# EXERCISE AIM
Of the lines below, report only those that contain "mods".

Stored data

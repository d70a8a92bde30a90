// Command thirdparty writes THIRD_PARTY_LICENSES: the licence texts of
// everything linked into the Slopewise program, for every platform it is
// built for, taken from the Go module cache.
//
//	go run ./scripts/thirdparty -o THIRD_PARTY_LICENSES
//
// The linked packages are those `go list -deps` names for ./cmd/app with
// the release build's tags. A module's licence files are the ones at its
// root and in the folders of its linked packages, together with the
// folders below those that hold no Go package (C sources, fonts), which is
// where bundled code keeps its own licence. A module without any licence
// file is an error: its terms must be settled before it is shipped.
package main

import (
	"bufio"
	"bytes"
	"flag"
	"fmt"
	"io/fs"
	"os"
	"os/exec"
	"path/filepath"
	"slices"
	"strings"
)

// Platform is one way the program is built for a package.
type Platform struct {
	GOOS, GOARCH, Tags string
}

// Platforms are the builds that are shipped or written down: Linux, the
// two Windows programs (window and command line) and macOS on both
// processors.
var Platforms = []Platform{
	{"linux", "amd64", "release"},
	{"windows", "amd64", "release"},
	{"windows", "amd64", "release,nowindow"},
	{"darwin", "amd64", "release"},
	{"darwin", "arm64", "release"},
}

// Module is a linked module and the folders of its linked packages.
type Module struct {
	Path, Version, Dir string
	PackageDirs        []string
}

// Licence is one licence file of a module, its name relative to the
// module's root.
type Licence struct {
	Name, Text string
}

func main() {
	out := flag.String("o", "", "write to this file instead of standard output")
	pkg := flag.String("pkg", "./cmd/app", "the program's package")
	flag.Parse()
	text, err := Generate(*pkg)
	if err != nil {
		fmt.Fprintln(os.Stderr, "thirdparty:", err)
		os.Exit(1)
	}
	if *out == "" {
		os.Stdout.Write(text)
		return
	}
	if err := os.WriteFile(*out, text, 0o644); err != nil {
		fmt.Fprintln(os.Stderr, "thirdparty:", err)
		os.Exit(1)
	}
}

// Generate returns the text of THIRD_PARTY_LICENSES for the program pkg.
func Generate(pkg string) ([]byte, error) {
	mods, std, err := Linked(pkg)
	if err != nil {
		return nil, err
	}
	goroot, err := goEnv("GOROOT")
	if err != nil {
		return nil, err
	}
	type section struct {
		title    string
		licences []Licence
	}
	var sections []section
	if std {
		ls, err := licencesIn(goroot, nil)
		if err != nil {
			return nil, err
		}
		sections = append(sections, section{"The Go standard library and runtime (go.dev)", ls})
	}
	for _, m := range mods {
		ls, err := licencesIn(m.Dir, m.PackageDirs)
		if err != nil {
			return nil, err
		}
		if len(ls) == 0 {
			return nil, fmt.Errorf("module %s %s has no licence file in %s", m.Path, m.Version, m.Dir)
		}
		sections = append(sections, section{m.Path + " " + m.Version, ls})
	}

	var b bytes.Buffer
	rule := strings.Repeat("=", 78)
	b.WriteString("Third-party licences of Slopewise\n\n")
	b.WriteString("Slopewise itself is under the MIT licence (LICENSE). The program links in\n")
	b.WriteString("the Go modules below (for Linux, Windows and macOS); each one's licence\n")
	b.WriteString("files follow in full. Written by `go run ./scripts/thirdparty -o\n")
	b.WriteString("THIRD_PARTY_LICENSES` from the Go module cache; do not edit by hand.\n\n")
	for _, s := range sections {
		fmt.Fprintf(&b, "  %-62s %s\n", s.title, kinds(s.licences))
	}
	for _, s := range sections {
		fmt.Fprintf(&b, "\n%s\n%s\n%s\n", rule, s.title, rule)
		for _, l := range s.licences {
			fmt.Fprintf(&b, "\n--- %s\n\n%s\n", l.Name, strings.TrimRight(l.Text, "\n"))
		}
	}
	return b.Bytes(), nil
}

// Linked returns the modules linked into pkg on any of the Platforms,
// sorted by path, without the main module, and whether the standard
// library is linked.
func Linked(pkg string) ([]Module, bool, error) {
	byPath := map[string]*Module{}
	std := false
	for _, p := range Platforms {
		cmd := exec.Command("go", "list", "-deps", "-tags", p.Tags, "-f",
			"{{if .Standard}}std{{else if .Module}}{{if not .Module.Main}}{{.Module.Path}}\t{{.Module.Version}}\t{{.Module.Dir}}\t{{.Dir}}{{end}}{{end}}", pkg)
		cmd.Env = append(os.Environ(), "GOOS="+p.GOOS, "GOARCH="+p.GOARCH, "CGO_ENABLED=1")
		var stderr bytes.Buffer
		cmd.Stderr = &stderr
		out, err := cmd.Output()
		if err != nil {
			return nil, false, fmt.Errorf("go list for %s/%s (%s): %v\n%s", p.GOOS, p.GOARCH, p.Tags, err, stderr.String())
		}
		sc := bufio.NewScanner(bytes.NewReader(out))
		for sc.Scan() {
			line := sc.Text()
			if line == "std" {
				std = true
				continue
			}
			f := strings.Split(line, "\t")
			if len(f) != 4 {
				continue
			}
			m := byPath[f[0]]
			if m == nil {
				if f[2] == "" {
					return nil, false, fmt.Errorf("module %s %s is not in the module cache: run go mod download", f[0], f[1])
				}
				m = &Module{Path: f[0], Version: f[1], Dir: f[2]}
				byPath[f[0]] = m
			}
			if !slices.Contains(m.PackageDirs, f[3]) {
				m.PackageDirs = append(m.PackageDirs, f[3])
			}
		}
	}
	var mods []Module
	for _, m := range byPath {
		slices.Sort(m.PackageDirs)
		mods = append(mods, *m)
	}
	slices.SortFunc(mods, func(a, b Module) int { return strings.Compare(a.Path, b.Path) })
	return mods, std, nil
}

// licencesIn returns the licence files at root and in pkgDirs, and in the
// folders below pkgDirs that are not Go packages, sorted by name.
func licencesIn(root string, pkgDirs []string) ([]Licence, error) {
	found := map[string]bool{}
	if err := collect(root, found); err != nil {
		return nil, err
	}
	for _, d := range pkgDirs {
		if err := collect(d, found); err != nil {
			return nil, err
		}
		if err := walkNonGo(d, found); err != nil {
			return nil, err
		}
	}
	var names []string
	for p := range found {
		names = append(names, p)
	}
	slices.Sort(names)
	var ls []Licence
	for _, p := range names {
		b, err := os.ReadFile(p)
		if err != nil {
			return nil, err
		}
		rel, err := filepath.Rel(root, p)
		if err != nil {
			return nil, err
		}
		ls = append(ls, Licence{Name: filepath.ToSlash(rel), Text: strings.ReplaceAll(string(b), "\r\n", "\n")})
	}
	return ls, nil
}

// walkNonGo collects licence files from the folders below dir that hold
// no .go file, descending only through such folders.
func walkNonGo(dir string, found map[string]bool) error {
	entries, err := os.ReadDir(dir)
	if err != nil {
		return err
	}
	for _, e := range entries {
		if !e.IsDir() || e.Name() == "testdata" || isLicenceName(e.Name()) {
			continue
		}
		sub := filepath.Join(dir, e.Name())
		hasGo, err := holdsGo(sub)
		if err != nil {
			return err
		}
		if hasGo {
			continue
		}
		if err := collect(sub, found); err != nil {
			return err
		}
		if err := walkNonGo(sub, found); err != nil {
			return err
		}
	}
	return nil
}

func holdsGo(dir string) (bool, error) {
	entries, err := os.ReadDir(dir)
	if err != nil {
		return false, err
	}
	for _, e := range entries {
		if !e.IsDir() && strings.HasSuffix(e.Name(), ".go") {
			return true, nil
		}
	}
	return false, nil
}

// collect adds dir's licence files, and the files of a licence folder
// (such as "licenses/"), to found.
func collect(dir string, found map[string]bool) error {
	entries, err := os.ReadDir(dir)
	if err != nil {
		return err
	}
	for _, e := range entries {
		if !isLicenceName(e.Name()) {
			continue
		}
		p := filepath.Join(dir, e.Name())
		if !e.IsDir() {
			found[p] = true
			continue
		}
		err := filepath.WalkDir(p, func(q string, d fs.DirEntry, err error) error {
			if err == nil && d.Type().IsRegular() {
				found[q] = true
			}
			return err
		})
		if err != nil {
			return err
		}
	}
	return nil
}

// isLicenceName tells a licence file or folder by its name: LICENSE,
// LICENCE, COPYING, NOTICE, PATENTS, UNLICENSE, with any ending but .go.
func isLicenceName(name string) bool {
	n := strings.ToLower(name)
	if strings.HasSuffix(n, ".go") {
		return false
	}
	for _, p := range []string{"licen", "copying", "notice", "patents", "unlicense"} {
		if strings.HasPrefix(n, p) {
			return true
		}
	}
	return false
}

// kinds names the licences found in ls by their telltale sentences, for
// the summary at the top; the texts themselves are what count.
func kinds(ls []Licence) string {
	var ks []string
	add := func(k string) {
		if !slices.Contains(ks, k) {
			ks = append(ks, k)
		}
	}
	for _, l := range ls {
		t := strings.Join(strings.Fields(strings.ToLower(l.Text)), " ")
		switch {
		case strings.Contains(t, "apache license") && strings.Contains(t, "version 2.0"):
			add("Apache-2.0")
		case strings.Contains(t, "sil open font license"):
			add("OFL-1.1")
		case strings.Contains(t, "permission is hereby granted, free of charge"):
			add("MIT")
		case strings.Contains(t, "redistribution and use in source and binary forms"):
			if strings.Contains(t, "neither the name") || strings.Contains(t, "may be used to endorse") {
				add("BSD-3-Clause")
			} else {
				add("BSD-2-Clause")
			}
		case strings.Contains(t, "permission to use, copy, modify, and/or distribute this software for any purpose"):
			add("ISC")
		case strings.Contains(t, "provided 'as-is'"):
			add("Zlib")
		case strings.Contains(t, "the freetype project license"):
			add("FTL")
		case strings.Contains(t, "gnu general public license"):
			add("GPL-2.0 (alternative)")
		case strings.Contains(t, "mozilla public license"):
			add("MPL-2.0")
		case strings.Contains(t, "creative commons attribution 4.0"):
			add("CC-BY-4.0")
		case strings.Contains(t, "additional ip rights grant (patents)"):
			add("patent grant")
		}
	}
	if len(ks) == 0 {
		return "(see text)"
	}
	return strings.Join(ks, ", ")
}

func goEnv(name string) (string, error) {
	out, err := exec.Command("go", "env", name).Output()
	if err != nil {
		return "", fmt.Errorf("go env %s: %v", name, err)
	}
	return strings.TrimSpace(string(out)), nil
}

# RESPONSE TO THE TASK
	mods, std, err := Linked(pkg)
	for _, m := range mods {
	var mods []Module
		mods = append(mods, *m)
	slices.SortFunc(mods, func(a, b Module) int { return strings.Compare(a.Path, b.Path) })
	return mods, std, nil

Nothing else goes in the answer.